Not so our Neurologist.!

 

She then discussed Sifrol (Pramipexole dihydrochlor) - a standard drug used in PD (and other areas) for the treatment of RLS.

We mentioned that Ann had been on Sifrol in the past, but a long time ago. (We did not have those notes with us, but located them when we returned home. Ann had been on Sifrol in the period Jan to May 2013.

 

In the end, she prescribed Sifrol for the Restless Leg Syndrome - starting at the lowest dose and wanting another consult in three months time to monitor progress.

 

Constipation

 

For the constipation issue, she made a tweak to how that is being treated by adding back Movicol, a standard stool softener to Ann's regime of Coloxyl with Senna - which is a dual-action laxative containing two active ingredients docusate sodium and sennosides (senna).

 

The docusate helps soften stools while the senna stimulates bowels to contract, helping to push the stool out.

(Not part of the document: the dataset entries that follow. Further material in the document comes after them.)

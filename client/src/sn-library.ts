import { LitElement, css, html, nothing } from 'lit';
import { type DemoInfo, type ModelSummary, type RevisionInfo, ApiError, api } from './api.js';
import { readReviewState } from './review-types.js';
import './sn-review-badge.js';

/** Detail of `sn-open`: a saved model, at its latest revision unless `revision` is given. */
export interface OpenDetail { id: string; revision?: number }

function when(iso: string): string {
  const d = new Date(iso);
  return Number.isNaN(d.getTime()) ? iso : d.toLocaleString();
}

/**
 * The team library: search the saved models, open one, archive or restore it;
 * and the revision history of the open model, any revision of which opens.
 * Lists load from the API each time the panel opens or `refresh` changes.
 *
 * @fires sn-open - {id, revision?}: open a saved model
 * @fires sn-open-demo - {id}: open one of the server's demo models
 * @fires sn-close - the panel should close
 * @fires sn-api-error - {error}: a call failed (the app decides, e.g. sign in)
 */
export class SnLibrary extends LitElement {
  static override styles = css`
    :host { display: block; }
    .panel { background: #fff; border: 1px solid #c8c4bb; border-radius: 6px; padding: 10px 14px; box-shadow: 0 6px 24px rgba(0,0,0,0.12); }
    header { display: flex; align-items: center; gap: 10px; margin-bottom: 8px; }
    h2 { font-size: 15px; margin: 0; flex: 1; color: #1d3a4a; }
    h3 { font-size: 13px; margin: 12px 0 4px; color: #1d3a4a; }
    input[type=search] { font: inherit; padding: 3px 6px; border: 1px solid #c8c4bb; border-radius: 3px; width: 16em; }
    table { border-collapse: collapse; width: 100%; font-size: 13px; }
    th { text-align: left; font-size: 12px; color: #4a5258; border-bottom: 1px solid #dcd7cd; padding: 2px 6px; }
    td { border-bottom: 1px solid #ece8e0; padding: 3px 6px; }
    tr.current td { background: #fbeed3; }
    button { font: inherit; font-size: 12px; cursor: pointer; border: 1px solid #c8c4bb; background: #fff; border-radius: 3px; padding: 2px 8px; }
    button.primary { background: #1d3a4a; color: #fff; border-color: #1d3a4a; }
    .muted { color: #6b665e; font-size: 12px; }
    .err { color: #b3261e; font-size: 13px; }
    .scroll { max-height: 40vh; overflow-y: auto; }
  `;

  static override properties = {
    currentId: { type: String },
    currentRevision: { type: Number },
    refresh: { type: Number },
    models: { state: true },
    revisions: { state: true },
    demos: { state: true },
    query: { state: true },
    archived: { state: true },
    error: { state: true },
  };

  declare currentId: string;
  declare currentRevision: number;
  /** Change to reload the lists. */
  declare refresh: number;
  declare private models: ModelSummary[] | null;
  declare private revisions: RevisionInfo[] | null;
  declare private demos: DemoInfo[];
  declare private query: string;
  declare private archived: boolean;
  declare private error: string;
  private timer: ReturnType<typeof setTimeout> | undefined;

  constructor() {
    super();
    this.currentId = '';
    this.currentRevision = 0;
    this.refresh = 0;
    this.models = null;
    this.revisions = null;
    this.demos = [];
    this.query = '';
    this.archived = false;
    this.error = '';
  }

  override render() {
    return html`<div class="panel" role="dialog" aria-label="Team library">
      <header>
        <h2>Team library</h2>
        <input type="search" placeholder="Search name or author" aria-label="Search the library" .value=${this.query} @input=${this.onSearch} />
        <label class="muted"><input type="checkbox" .checked=${this.archived} @change=${this.onArchived} /> show archived</label>
        <button @click=${this.close}>Close</button>
      </header>
      ${this.error ? html`<p class="err">${this.error}</p>` : nothing}
      <div class="scroll">
        ${this.models === null
          ? html`<p class="muted">Loading…</p>`
          : this.models.length === 0
            ? html`<p class="muted">No saved models${this.query ? ' match' : ' yet'}.</p>`
            : html`<table class="models">
                <thead><tr><th>Name</th><th>Author</th><th>Updated</th><th>Rev.</th><th>Review</th><th></th></tr></thead>
                <tbody>
                  ${this.models.map(
                    (m) => html`<tr class=${m.id === this.currentId ? 'current' : ''} data-id=${m.id}>
                      <td>${m.name}${m.archived ? html` <span class="muted">(archived)</span>` : nothing}</td>
                      <td>${m.author}</td><td>${when(m.updated)}</td><td>${m.revision}</td>
                      <td class="review"><sn-review-badge .state=${readReviewState(m)}></sn-review-badge></td>
                      <td>
                        <button class="primary open" @click=${() => this.open({ id: m.id })}>Open</button>
                        ${m.archived
                          ? html`<button @click=${() => this.setArchived(m.id, false)}>Restore</button>`
                          : html`<button @click=${() => this.setArchived(m.id, true)}>Archive</button>`}
                      </td>
                    </tr>`,
                  )}
                </tbody>
              </table>`}
      </div>
      ${this.demos.length
        ? html`<h3>Demo models</h3>
            <table class="demos"><tbody>
              ${this.demos.map(
                (d) => html`<tr data-demo=${d.id}><td>${d.name}</td>
                  <td><button @click=${() => this.fire('sn-open-demo', { id: d.id })}>Open demo</button></td></tr>`,
              )}
            </tbody></table>`
        : nothing}
      ${this.currentId
        ? html`<h3>Revisions of the open model</h3>
            ${this.revisions === null
              ? html`<p class="muted">Loading…</p>`
              : html`<div class="scroll"><table class="revisions">
                  <thead><tr><th>Rev.</th><th>Author</th><th>Saved</th><th>Message</th><th>Review</th><th></th></tr></thead>
                  <tbody>
                    ${[...this.revisions].sort((a, b) => b.revision - a.revision).map(
                      (r) => html`<tr class=${r.revision === this.currentRevision ? 'current' : ''} data-revision=${r.revision}>
                        <td>${r.revision}</td><td>${r.author}</td><td>${when(r.created)}</td><td>${r.message}</td>
                        <td class="review"><sn-review-badge .state=${readReviewState(r)}></sn-review-badge></td>
                        <td><button @click=${() => this.open({ id: this.currentId, revision: r.revision })}>Open</button></td>
                      </tr>`,
                    )}
                  </tbody>
                </table></div>`}`
        : nothing}
    </div>`;
  }

  override updated(changed: Map<string, unknown>): void {
    if (changed.has('refresh') || changed.has('currentId')) void this.load();
  }

  private async load(): Promise<void> {
    this.error = '';
    try {
      const [list, revs] = await Promise.all([
        api.listModels(this.query, this.archived),
        this.currentId ? api.revisions(this.currentId).catch(() => null) : Promise.resolve(null),
      ]);
      this.models = list.models;
      if (this.demos.length === 0) this.demos = (await api.demos().catch(() => ({ demos: [] }))).demos;
      this.revisions = revs ? revs.revisions : null;
    } catch (e) {
      this.models = [];
      this.error = e instanceof Error ? e.message : String(e);
      this.fire('sn-api-error', { error: e });
    }
  }

  private onSearch(e: Event): void {
    this.query = (e.target as HTMLInputElement).value;
    clearTimeout(this.timer);
    this.timer = setTimeout(() => void this.load(), 250);
  }

  private onArchived(e: Event): void {
    this.archived = (e.target as HTMLInputElement).checked;
    void this.load();
  }

  private async setArchived(id: string, archived: boolean): Promise<void> {
    try {
      await (archived ? api.archive(id) : api.restore(id));
      await this.load();
    } catch (e) {
      this.error = e instanceof ApiError ? e.message : String(e);
    }
  }

  private open(detail: OpenDetail): void {
    this.fire('sn-open', detail);
  }

  private close(): void {
    this.fire('sn-close', {});
  }

  private fire(type: string, detail: unknown): void {
    this.dispatchEvent(new CustomEvent(type, { detail, bubbles: true, composed: true }));
  }
}

customElements.define('sn-library', SnLibrary);

declare global {
  interface HTMLElementTagNameMap {
    'sn-library': SnLibrary;
  }
}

(We both now know more about poop that we ever wanted to know !!!)

 

However, constipation is a MAJOR issue with PD and, apart from the normal danger of impacted bowels, it severely inhibits the uptake of Levodopa to the brain - and Levodopa is the so called Gold Standard drug used world wide in the treatment of PD.

 

So, constipation just has to be managed properly, and for PWPD, it is just a normal part of the process of managing PD.

 

Saliva and Film

 

For the Saliva and Film issues, the Neurologist had nothing further to add to the recommended action of the Ear Nose and Throat Specialist we saw on Monday last, August 30th, 2021.

 

The Next Steps

 

Ann is to modify her Constipation management by adding back Movicol.

Ann is to start taking low dosage Sifrol

 

The Neurologist wants to monitor the results of Sifrol, so our next appointment is set for December 20th, 2021 - in just under 4 months from now.

 

Conclusion

 

Overall, Ann is delighted with the Neurologist consultation and, added to the excellent consultation she had on Monday with the Ear Nose and Throat Specialist, it has been very good week indeed.

 

PS From Ann Harriett herself !

 

Thanks to Michael J Fox’s team, I am well versed in cognitive testing as each quarter in the year, I participate in a MJFF-funded long term study when people living with Parkinson's answer questions about how it is all going. The final bit is always cognitive testing, so I was no stranger this morning to the process Rex mentioned in the main note about our visit to the Neurologist.

 

Surprise, the same test that gets me every time in the MJFF study did the same this morning.

 

The Practice Nurse read a sentence and asked me to recall it after a short delay— am sure you get the drift.

Do you think I could remember the sentence which was about going to church in a red dress, seeing a rose somewhere along the way? Not on your Nellie. Guess no worse, no better. At least I knew what day of the week today is and the date— 1st Day of Spring in Australia…… Easy Peasy.